Erdoğan, parti genel merkezinde, AK Parti’ye üyelik merasiminde yaptığı konuşmaya, salondakileri selamlayarak başladı. Erdoğan, “27 Ağustos 2014 tarihinde milletimiz tarafından cumhurbaşkanlığı görevine seçilmem sebebiyle anayasa gereği ayrılmak zorunda kaldığım, kurucusu olduğum partime, yuvama, sevdama, aşkıma bugün yeniden dönüyorum. Tam 979 gün sonra bu hasret hamdolsun sona eriyor. Bugün burada bir kez daha ‘selamünaleyküm’ diyerek, heyetinize tekrar dahil oluyorum” dedi.
Sabah: Yuvama, sevdama, aşkıma döndüm
Cumhurbaşkanı Erdoğan AK Parti Genel Merkezi’nde düzenlenen görkemli törenle, partiye üyelik imzasını attı. Erdoğan konuşmasında yeni dönemin ilk sinyallerini verdi
Cumhurbaşkanı Recep Tayyip Erdoğan, Cumhurbaşkanlığına aday olduğunda "Bu bir veda değil, bu yeni bir başlangıçtır" dediğini anımsatarak, yeni dönemi bir hatim ile değil Fatiha ile başlattıklarını anlattı. Erdoğan, "27 Ağustos 2014 tarihinde milletimiz tarafından cumhurbaşkanlığı görevine seçilmem sebebiyle anayasa gereği ayrılmak zorunda kaldığım, kurucusu olduğum partime, yuvama, sevdama, aşkıma bugün yeniden dönüyorum. Tam 979 gün sonra bu hasret hamdolsun sona eriyor. Bugün burada bir kez daha 'selamünaleyküm' diyerek, heyetinizin içine tekrar dahil oluyorum" dedi.

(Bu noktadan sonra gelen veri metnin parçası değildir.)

def _write_ftest_map(folder: Path, fm: FTestMap) -> None:
    """Every map of one F-test into its own folder (as :func:`_write_group_map`)."""
    folder.mkdir()
    grid = fm.grid
    label = f"{fm.first_level or ''} {fm.ftest}".strip()
    denominator = _constant_df(fm.df)
    stat_df = None if denominator is None else (float(fm.df_num), denominator)
    _write_described_maps(folder, fm, FTEST_MAP_DESCRIPTIONS, label, "f", stat_df)
    full = np.ones(grid.shape, dtype=bool)
    write_map(
        folder / "mask.nii.gz",
        fm.mask.astype(np.uint8),
        full,
        grid,
        f"grouplevel analysis mask [{label}]",
        dtype=np.uint8,
    )
    _write_inference(folder, fm, label)  # type: ignore[arg-type]


def _ftest_summary(study: Study, fm: FTestMap) -> dict:
    """The summary.json entry of one F-test."""
    finite = np.isfinite(fm.f)
    peak = int(np.nanargmax(np.where(finite, fm.f, -np.inf))) if finite.any() else None
    entry: dict = {
        "first_level_contrast": fm.first_level,
        "ftest": fm.ftest,
        "meaning": fm.meaning,
        "rows": [{"contrast": r, "weights": fm.weights[r]} for r in fm.rows],
        "animals": fm.n_animals,
        "runs": fm.n_runs,
        "voxels": int(fm.mask.sum()),
        "df_numerator": fm.df_num,
        "df_denominator_range": [float(np.nanmin(fm.df)), float(np.nanmax(fm.df))]
        if np.isfinite(fm.df).any()
        else None,
        "random_effects": fm.random_effects,
        "tested_level": fm.tested_level,
        "voxels_p_below_0.001_uncorrected": int((fm.p < 0.001).sum()),
        "inference": _inference_summary(fm, study.settings.inference.alpha),  # type: ignore[arg-type]
        "questions": {
            "asked": False,
            "why": (
                "the reviewer's questions (bilateral, specific, consistent across animals) "
                "are asked of a mean or a difference, which has a sign and a size per "
                "animal; an F-test says only that some of its rows differ from zero, not "
                "which or in which direction. Ask them of its rows, the group contrasts "
                + ", ".join(fm.rows)
            ),
        },
        "cautions": [
            "a significant F shows that at least one of its rows differs from zero at that "
            "voxel; it does not show which level differs, in which direction, or that the "
            "levels are ordered (as a dose-response would be)"
        ],
    }
    if fm.tested_level == CONTRAST_SLOPES and fm.inference.permutation is not None:
        entry["cautions"].append(
            "the permutation maps flip each animal's whole vector of its own effects: they "
            "assume that, with no effect, every animal's vector is as likely as its "
            "negative and independent of the other animals' (not that the effects are "
            "normal); their statistic estimates the between-animal covariance of the "
            "effects with no effect assumed, so it can rank voxels slightly differently "
            "from the f map (Wald F of the full fit)"
        )
    if peak is not None:
        ijk = np.argwhere(fm.mask)[peak]
        xyz = study.grid.affine[:3, :3] @ ijk + study.grid.affine[:3, 3]
        entry["peak"] = {
            "f": float(fm.f[peak]),
            "voxel": [int(v) for v in ijk],
            "mm": [round(float(v), 4) for v in xyz],
        }
    return entry
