def to_latex(view: TableView) -> str:
    """A booktabs table (``\\toprule``, ``\\midrule``, ``\\bottomrule``)."""
    align = "".join("r" if n else "l" for n in view.numeric())
    lines = [
        "% needs \\usepackage{booktabs}",
        "\\begin{table}",
        "\\centering",
        f"\\caption{{{latex_escape(view.caption)}}}",
        f"\\begin{{tabular}}{{{align}}}",
        "\\toprule",
        " & ".join(latex_escape(h) for h in view.headers) + r" \\",
        "\\midrule",
    ]
    for row in view.rows:
        lines.append(" & ".join(_latex_cell(v) for v in row) + r" \\")
    lines += ["\\bottomrule", "\\end{tabular}", "\\end{table}", ""]
    return "\n".join(lines)


def _md_cell(text: str) -> str:
    return str(text).replace("|", "\\|").replace("\n", " ")


def to_markdown(view: TableView) -> str:
    """A pipe table (GitHub / pandoc flavour)."""
    rule = ["---:" if n else ":---" for n in view.numeric()]
    lines = ["| " + " | ".join(_md_cell(h) for h in view.headers) + " |"]
    lines.append("| " + " | ".join(rule) + " |")
    lines += ["| " + " | ".join(_md_cell(v) for v in row) + " |" for row in view.rows]
    return "\n".join(lines) + "\n"


# A cell starting with one of these is read as a formula by spreadsheet programs; the
# CSV tables (made for spreadsheets) prefix such text cells with a single quote (common
# practice; the OWASP guidance on CSV injection).
FORMULA_STARTS = ("=", "+", "-", "@", "\t", "\r")
_NUMBER = re.compile(r"[+-]?(\d+\.?\d*|\.\d+)([eE][+-]?\d+)?")


def formula_safe(text: str) -> str:
    """A CSV cell that no spreadsheet runs as a formula; numbers stay numbers."""
    text = str(text)
    if text.startswith(FORMULA_STARTS) and not _NUMBER.fullmatch(text):
        return "'" + text
    return text


def _csv_frame(frame: pd.DataFrame) -> pd.DataFrame:
    safe = frame.map(formula_safe)
    safe.columns = [formula_safe(c) for c in frame.columns]
    return safe


def write_view(view: TableView, stem: Path) -> list[Path]:
    """``stem``.tsv / .csv / .tex / .md; returns the four paths.

    The TSV keeps every value exactly; in the CSV, text that a spreadsheet would run as
    a formula is prefixed with a single quote (see :func:`formula_safe`).
    """
    frame = view.frame()
    paths = []
    for suffix, writer in (
        (".tsv", lambda p: frame.to_csv(p, sep="\t", index=False)),
        (".csv", lambda p: _csv_frame(frame).to_csv(p, index=False)),
        (".tex", lambda p: p.write_text(to_latex(view), encoding="utf-8")),
        (".md", lambda p: p.write_text(to_markdown(view), encoding="utf-8")),
    ):
        path = stem.with_name(stem.name + suffix)
        writer(path)
        paths.append(path)
    return paths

"Bu ayrılık, aslında sadece bir resmi ayrılıktı" ifadesini kullanan Erdoğan şöyle devam etti: Aramızdaki mesafe mevzuat gereği olan bir mesafeydi. Gönlümüz hep beraber oldu, hep beraberdi. Biliyoruz ki gönüllere sınır çizmek, gönüllere duvar örmek mümkün değildir. Biz hep, 'Bu hududu kimler çizmiş gönlüme, dar geliyor gardaşım.' dedik ve işte bu günlere geldik. Bize asırlar gibi gelse de tarihi süreklilik içinde denizde damla misali olan 979 günlük ayrılığımızın sona eriyor olması, beni asıl bu bakımdan heyecanlandırıyor. Biz, milletimiz için çalıştıkça, gayret ettikçe, ter döktükçe milletimiz bize daha çok sahip çıktı. Yeri geldi biz milletimiz için gövdemizi siper ettik, yeri geldi milletimiz bizim için gövdesini siper etti.15 Temmuz bunun çok açık, net bir ispatıydı. Türkiye'ye saldıran herkesin, bizi hedef almasının sebebi budur. Bazıları sanıyor ki mesele şahsımızdır, hükümetimizdir, partimizdir. Hâlbuki mesele milletimizdir, ülkemizdir, devletimizin ta kendisidir, mesele bağımsızlığımızdır, hedeflerimizdir, iddialarımızdır.